There came into his mind some recollection of words that she had written to him once--something about the sound of water. He lifted his head and listened. Yes, there was a sound coming faintly through the night--the trickle of a little brook in the ravine below the window.

Always, he recalled, she had spoken of the sound of water, saying that that music would blot out memory--saying that water would wash out secrets, would wash out sins. What was it she had said? What was it she had written to him long ago? What did it mean--about the water?

The sound of the little brook came to his ears again in some shift of the wind. He rose and stumbled toward the window, carrying the candle in his hand. His haggard face was lighted by its flare as he stood there, leaning out, listening.

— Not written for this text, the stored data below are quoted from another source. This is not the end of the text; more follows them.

"""Terms that are polynomials of low degree in the coordinate, and their real zeros in closed form."""

from __future__ import annotations

import math

import numpy as np
from numpy.typing import NDArray

from specterm.model.scalar import ONE, ZERO, Scalar
from specterm.model.term import Term
from specterm.model.walk import leaves_first

Coefficients = tuple[Scalar, ...]


def coefficients(root: Term, degree: int) -> Coefficients | None:
    """Return the coefficients, lowest power first, if the term is a real polynomial of at most this degree, else None."""
    found: dict[int, Coefficients | None] = {}
    for term in leaves_first(root):
        args = [found[a.digest] for a in term.args]
        known = [a for a in args if a is not None]
        found[term.digest] = _of(term, known, degree) if len(known) == len(args) else None
    return found[root.digest]


def _of(term: Term, args: list[Coefficients], degree: int) -> Coefficients | None:
    result: Coefficients | None = None
    if term.kind == "constant":
        result = (term.data,) if term.real else None
    elif term.kind == "coordinate":
        result = (ZERO, ONE)
    elif term.kind == "sum":
        result = (ZERO,)
        for c, a in zip(term.data, args, strict=True):
            result = _added(result, tuple(c * k for k in a)) if c.is_real else (ZERO,) * (degree + 2)
    elif term.kind in ("product", "power"):
        result = (ONE,)
        for a in args * term.data if term.kind == "power" and term.data <= degree else args:
            result = _multiplied(result, a)
        if term.kind == "power" and term.data > degree:
            result = None
    return result if result is not None and len(result) <= degree + 1 else None


def _added(a: Coefficients, b: Coefficients) -> Coefficients:
    if len(a) < len(b):
        a, b = b, a
    return tuple(c + b[k] if k < len(b) else c for k, c in enumerate(a))


def _multiplied(a: Coefficients, b: Coefficients) -> Coefficients:
    total = [ZERO] * (len(a) + len(b) - 1)
    for j, p in enumerate(a):
        for k, q in enumerate(b):
            total[j + k] = total[j + k] + p * q
    return tuple(total)


def roots(polynomial: Coefficients) -> NDArray[np.float64]:
    """Return the simple real zeros of a polynomial of degree <= 2, sorted; a double zero changes no sign and is left out.

    The stable form of the quadratic formula: Press et al., Numerical Recipes 5.6 (from memory).
    """
    values = [float(np.real(c.value)) for c in polynomial]
    while values and values[-1] == 0:
        values.pop()
    if len(values) < 2:
        return np.empty(0)
    if len(values) == 2:
        return _finite([-values[0] / values[1]])
    c, b, a = values
    under = b * b - 4 * a * c
    if not under > 0:
        return np.empty(0)
    q = -0.5 * (b + math.copysign(math.sqrt(under), b))
    return _finite([q / a, c / q] if q != 0 else [0.0])


def _finite(values: list[float]) -> NDArray[np.float64]:
    return np.sort(np.array([v for v in values if math.isfinite(v)]))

It was then that his doom came to him.

There came the sound of a shot; a second; and yet another.

The woman in the cabin near by heard them clearly enough. She rose and listened. There was no sound from the other cabins. The servants paid no attention to the shots, if they had heard them--and why should they not have heard them? No one called out, no one came running.

Frightened, the woman rose, and after a time stepped timidly across the covered space between the two rooms, toward the light which she saw shining faintly through the cracks of the door. She heard groans within.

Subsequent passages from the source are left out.